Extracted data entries
• • • • •
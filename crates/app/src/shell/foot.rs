//! The line at the foot: what has just been done or gone wrong.

use eframe::egui::{Button, Frame, Label, Margin, Panel, RichText, Ui};

use crate::edit::command::Command;
use crate::theme::Palette;
use crate::view::Message;

/// The line; it takes no room while there is nothing to say.
pub fn show(ui: &mut Ui, palette: &Palette, message: Option<&Message>) -> Vec<Command> {
    let Some(message) = message else { return Vec::new() };
    let mut commands = Vec::new();
    let (sign, colour, fill) = if message.is_error {
        ("▲", palette.fault, palette.fault_ground)
    } else {
        ("✔", palette.ink, palette.accent_ground)
    };
    let frame = Frame::new().fill(fill).inner_margin(Margin::symmetric(10, 4));
    Panel::bottom("foot").frame(frame).resizable(false).show(ui, |ui| {
        ui.horizontal(|ui| {
            let close = ui.add(Button::new("✕").small()).on_hover_text("Put the message away");
            close.ctx.accesskit_node_builder(close.id, |node| node.set_label("Put the message away"));
            if close.clicked() {
                commands.push(Command::DismissMessage);
            }
            ui.add(Label::new(RichText::new(format!("{sign} {}", message.text)).color(colour)).wrap());
        });
    });
    commands
}
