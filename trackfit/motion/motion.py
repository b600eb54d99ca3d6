"""What every motion tells the engine: its parameters and its transition over one step.

A motion's state holds k two-dimensional quantities (the position, then perhaps the velocity), and
moves in steps that are linear and Gaussian once the velocity field u is taken at the step's start:

    z' = (F x I2) z + (G x I2) u(x, t) + e,      e ~ N(0, Q x I2)

with F (k x k), G (k) and Q (k x k) the same for both axes.
"""

from __future__ import annotations

from typing import ClassVar, NamedTuple, Protocol, runtime_checkable

from jaxtyping import Array, Float

from trackfit.motion.blocks import Matrix, Vector


class Transition(NamedTuple):
    """The linear-Gaussian step of a motion, for many steps; W is the inverse of Q.

    Matrices are lists of rows, their elements vectors over steps or 0 for a structural zero;
    log_det is log det Q for one axis.
    """

    F: Matrix
    G: Vector
    W: Matrix
    log_det: Float[Array, " steps"]


class MotionParameter(NamedTuple):
    """A positive parameter of a motion; the engine works with its logarithm.

    The weak prior's median is `prior_median` at a typical speed of 1 km/h, and goes with the
    speed to the power `speed_power`.
    """

    name: str
    unit: str
    prior_median: float
    prior_log_sd: float
    speed_power: float


class DerivedParameter(NamedTuple):
    """A product of powers of a motion's parameters, reported beside them."""

    name: str
    unit: str
    powers: tuple[float, ...]


@runtime_checkable
class Motion(Protocol):
    """A kind of motion. Instances hold no data and are hashable, so that JAX can key on them.

    Moments closer than `same_moment_hours` are one: half a second where noise goes as dt, seconds
    where it goes as dt^3 and the precision of a step as dt^-3.
    """

    name: ClassVar[str]
    k: ClassVar[int]
    same_moment_hours: ClassVar[float]
    parameters: ClassVar[tuple[MotionParameter, ...]]
    derived: ClassVar[tuple[DerivedParameter, ...]]

    def transition(
        self, log_parameters: Float[Array, " parameters"], dt_hours: Float[Array, " steps"]
    ) -> Transition:
        """F, G, W and log det Q for steps of the given lengths."""
        ...

    def start_precision(
        self, log_parameters: Float[Array, " parameters"], position_sd_km: Float[Array, ""]
    ) -> list[Float[Array, ""]]:
        """Prior precision, per axis, of the first state: position, then velocity less the field."""
        ...

    def starting_values(self, diffusion: float, spacing_hours: float) -> tuple[float, ...]:
        """Rough natural values to start a fit from.

        Given a diffusion in km per sqrt(hour) and the typical time between fixes.
        """
        ...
• • • • •
▸ **Task details**
Across the entries above, find each line with the word "goes" and please copy it out.

▸ **Task solution**
    The weak prior's median is `prior_median` at a typical speed of 1 km/h, and goes with the
    Moments closer than `same_moment_hours` are one: half a second where noise goes as dt, seconds
    where it goes as dt^3 and the precision of a step as dt^-3.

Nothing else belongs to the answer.